One example is AD109, a combination of the novel antimuscarinic agent aroxybutynin and the norepinephrine reuptake inhibitor atomoxetine. Dr. Yaremchuk participated in the phase 2 randomized, double-blind, placebo-controlled, parallel-group, Mariposa trial assessing the combination in 181 patients (Am J Respir Crit Care Med. 2023;208:1316-1327). The investigators reported significant improvement in several OSA markers. For example, AHI with a 4% desaturation criterion (primary outcome) was reduced from a median of 20.5 (12.3–27.2) to 10.8 (5.6–18.5) in a 2.5/75-mg drug combination arm (−47.1%), and from 19.4 (13.7–26.4) to 9.5 (6.1–19.3) in a 5/75 mg arm (−42.9%; both P<0.0001 versus placebo).
Subjectively, there was an improvement in fatigue with the 2.5/75 mg dosage (P<0.05 versus placebo and atomoxetine). The most common adverse events were dry mouth, insomnia, and urinary hesitancy.
Dr. Yaremchuk underscored why this pharmacologic approach “will be a game changer” for certain OSA patients. For some of them, she noted, “the upper airway muscles are incompetent.
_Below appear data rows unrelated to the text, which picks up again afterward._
// Editing a scenario document by path, on hand-written documents.

#include "sim/scenario/scenario_edit.hpp"

#include <catch2/catch.hpp>

namespace larder {
namespace {

const char* kDoc = R"(
customers: { fifo_share: 0.5 }
items:
  - { id: bun, price: 1.5 }
  - { id: pie, price: 4 }
policies:
  - { name: a, quantity: { rule: fixed, quantity: 3 } }
)";

TEST_CASE("parse_setting splits path and values, keeping brackets whole", "[scenario][edit]") {
  const auto s = parse_setting("logistics.delivery_weekdays=[mon, thu],[tue]");
  REQUIRE(s);
  CHECK(s->path == "logistics.delivery_weekdays");
  CHECK(s->values == std::vector<std::string>{"[mon, thu]", "[tue]"});
  CHECK_FALSE(parse_setting("no-equals"));
  CHECK_FALSE(parse_setting("=1"));
  CHECK_FALSE(parse_setting("a.b=1,,2"));
}

TEST_CASE("set_path walks keys, names, ids, positions and *", "[scenario][edit]") {
  YAML::Node root = YAML::Load(kDoc);
  CHECK(set_path(root, "customers.fifo_share", "0.2").empty());
  CHECK(root["customers"]["fifo_share"].as<double>() == 0.2);
  CHECK(set_path(root, "items.pie.price", "5").empty());
  CHECK(root["items"][1]["price"].as<double>() == 5);
  CHECK(set_path(root, "items.*.unit_cost", "0.9").empty());  // a new key on every item
  CHECK(root["items"][0]["unit_cost"].as<double>() == 0.9);
  CHECK(root["items"][1]["unit_cost"].as<double>() == 0.9);
  CHECK(set_path(root, "policies.0.quantity.quantity", "{ bun: 2, pie: 1 }").empty());
  CHECK(root["policies"][0]["quantity"]["quantity"]["pie"].as<int>() == 1);
  CHECK(set_path(root, "items.cake.price", "1") == "items has no element named 'cake'");
  CHECK(set_path(root, "nothing.here", "1") == "the file has no key 'nothing'");
  CHECK(set_path(root, "customers.fifo_share.x", "1") ==
        "customers.fifo_share is a single value; it has no 'x'");
}

TEST_CASE("scale_path multiplies every number it reaches", "[scenario][edit]") {
  YAML::Node root = YAML::Load(kDoc);
  CHECK(scale_path(root, "items.*.price", 1.1).empty());
  std::string error;
  const std::vector<double> v = numbers_at(root, "items.*.price", error);
  CHECK(error.empty());
  REQUIRE(v.size() == 2);
  CHECK(v[0] == Approx(1.65).epsilon(1e-12));
  CHECK(v[1] == Approx(4.4).epsilon(1e-12));
  CHECK(scale_path(root, "items.*.id", 2.0) == "items.*.id is not a number here");
}

}  // namespace
}  // namespace larder
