#pragma once
// Calendar dates written as ISO 8601 `YYYY-MM-DD` (proleptic Gregorian), for `horizon.start_date`
// and for dated histories: day index t of a scenario is start_date + t days.

#include <cstdint>
#include <optional>
#include <string>
#include <string_view>

namespace larder {

/// A calendar date (year, month 1-12, day 1-31).
struct CivilDate {
  int year = 1970;
  int month = 1;
  int day = 1;

  friend bool operator==(const CivilDate&, const CivilDate&) = default;
};

/// Reads exactly `YYYY-MM-DD` (four-digit year, two-digit month and day); nullopt when the text
/// has another shape. The date may still not exist (see `is_real_date`).
std::optional<CivilDate> parse_iso_date(std::string_view text);

/// Whether the date exists in the Gregorian calendar (e.g. 2027-02-30 does not).
bool is_real_date(const CivilDate& date);

/// Weekday of a real date, 0 = Monday ... 6 = Sunday.
int weekday_of_date(const CivilDate& date);

/// The real date `days` days after `date` (negative: before).
CivilDate add_days(const CivilDate& date, int days);

/// Days since 1970-01-01 (negative before), to order and subtract dates.
std::int64_t day_number(const CivilDate& date);

/// `YYYY-MM-DD`.
std::string to_iso(const CivilDate& date);

}  // namespace larder
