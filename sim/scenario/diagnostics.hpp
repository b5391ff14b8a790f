#pragma once
// Compiler-style problem reports for bad input: every problem is collected (not just the
// first) and printed as `file:line:col: error: message`, optionally followed by a hint line.

#include <cstddef>
#include <string>
#include <vector>

namespace larder {

/// A place in an input file; line and column are 1-based (0 = unknown).
struct Location {
  std::string file;
  int line = 0;
  int column = 0;
};

/// One problem found in an input file.
struct Diagnostic {
  Location where;
  std::string message;
  std::string hint;  ///< optional second line (`  hint: ...`)
};

/// Collects the problems of one input so they can be reported at once: the first kMaxKept in
/// full, the others only counted, so that a file of a million bad lines (or an endless pipe)
/// never makes the report grow without bound.
class Diagnostics {
 public:
  /// Problems kept in full; format() ends with one line counting the others.
  static constexpr std::size_t kMaxKept = 100;

  void error(Location where, std::string message, std::string hint = {});
  /// The problem that made a reader stop (a size cap, a line without an end): kept even past
  /// kMaxKept, so that the report always says why the input was not read to its end.
  void final_error(Location where, std::string message, std::string hint = {});
  bool ok() const { return items_.empty(); }
  /// The problems kept (at most kMaxKept, and a final_error).
  const std::vector<Diagnostic>& items() const { return items_; }
  /// Problems found beyond kMaxKept (counted, not kept).
  std::size_t dropped() const { return dropped_; }
  /// Counts the problems `other` dropped as dropped here too (after copying its items()).
  void count_dropped(const Diagnostics& other);
  /// All problems kept, one per line (plus hint lines), in the order found, with
  /// `file: error: ... and N more problems` after the first kMaxKept when some were dropped.
  std::string format() const;

 private:
  std::vector<Diagnostic> items_;
  std::size_t dropped_ = 0;
  std::string dropped_file_;  ///< the file of the last problem dropped
};

/// Formats one problem as `file:line:col: error: message` (+ `\n  hint: ...`).
std::string format_diagnostic(const Diagnostic& d);

/// Thrown when input is invalid; carries every problem found.
class InputError : public std::exception {
 public:
  explicit InputError(Diagnostics d);
  const char* what() const noexcept override { return text_.c_str(); }
  const Diagnostics& diagnostics() const { return diagnostics_; }

 private:
  Diagnostics diagnostics_;
  std::string text_;
};

}  // namespace larder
When an individual goes to sleep, their muscles relax and their upper airway collapses.” The atomoxetine component of AD109 “acts on the brainstem and increases muscle tone during sleep and keeps the airway open.” The antimuscarinic component is needed, she added, to ensure that patients aren’t stimulated during sleep with insomnia, because atomoxetine has been shown to increase heart rate—an adverse reaction observed in the Mariposa trial, although to a lesser degree than in previous studies (Drug Saf. 2003;26:729-740).
As for how AD109 and other drug therapies might ultimately fit into OSA treatments, Dr. Yaremchuk said a multimodal approach is most likely. It’s not unusual, she noted, for patients with diabetes, hypertension, or a host of other chronic conditions to require two different medications to control their disease. “OSA is no different,” she said. “Maybe they will need an oral mandibular device. Maybe they need CPAP or perhaps some form of surgery. Now, we have drugs in the pipeline that also can help—including a novel TASK channel antagonist nasal spray that reduces sleep apnea severity [Am J Physiol Heart Circ Physiol. 2024;326:H715-H723]. This gives us even more treatment options we can titrate until OSA symptoms are finally under control.”
Thomas M. Kaffenberger, MD, an assistant professor in the department of otolaryngology–head and neck surgery at the University of Pittsburgh School of Medicine, agreed that the AD109 results “are encouraging, but we don’t yet know whether OSA patients actually will be able to tolerate these medications long term.” If follow-up data confirm safety and efficacy, he noted, “Fantastic; maybe we can combine atomoxetine and oxybutynin with tirzepatide or some other weight loss options, which is great news for all of the OSA patients who we know can’t tolerate CPAP.”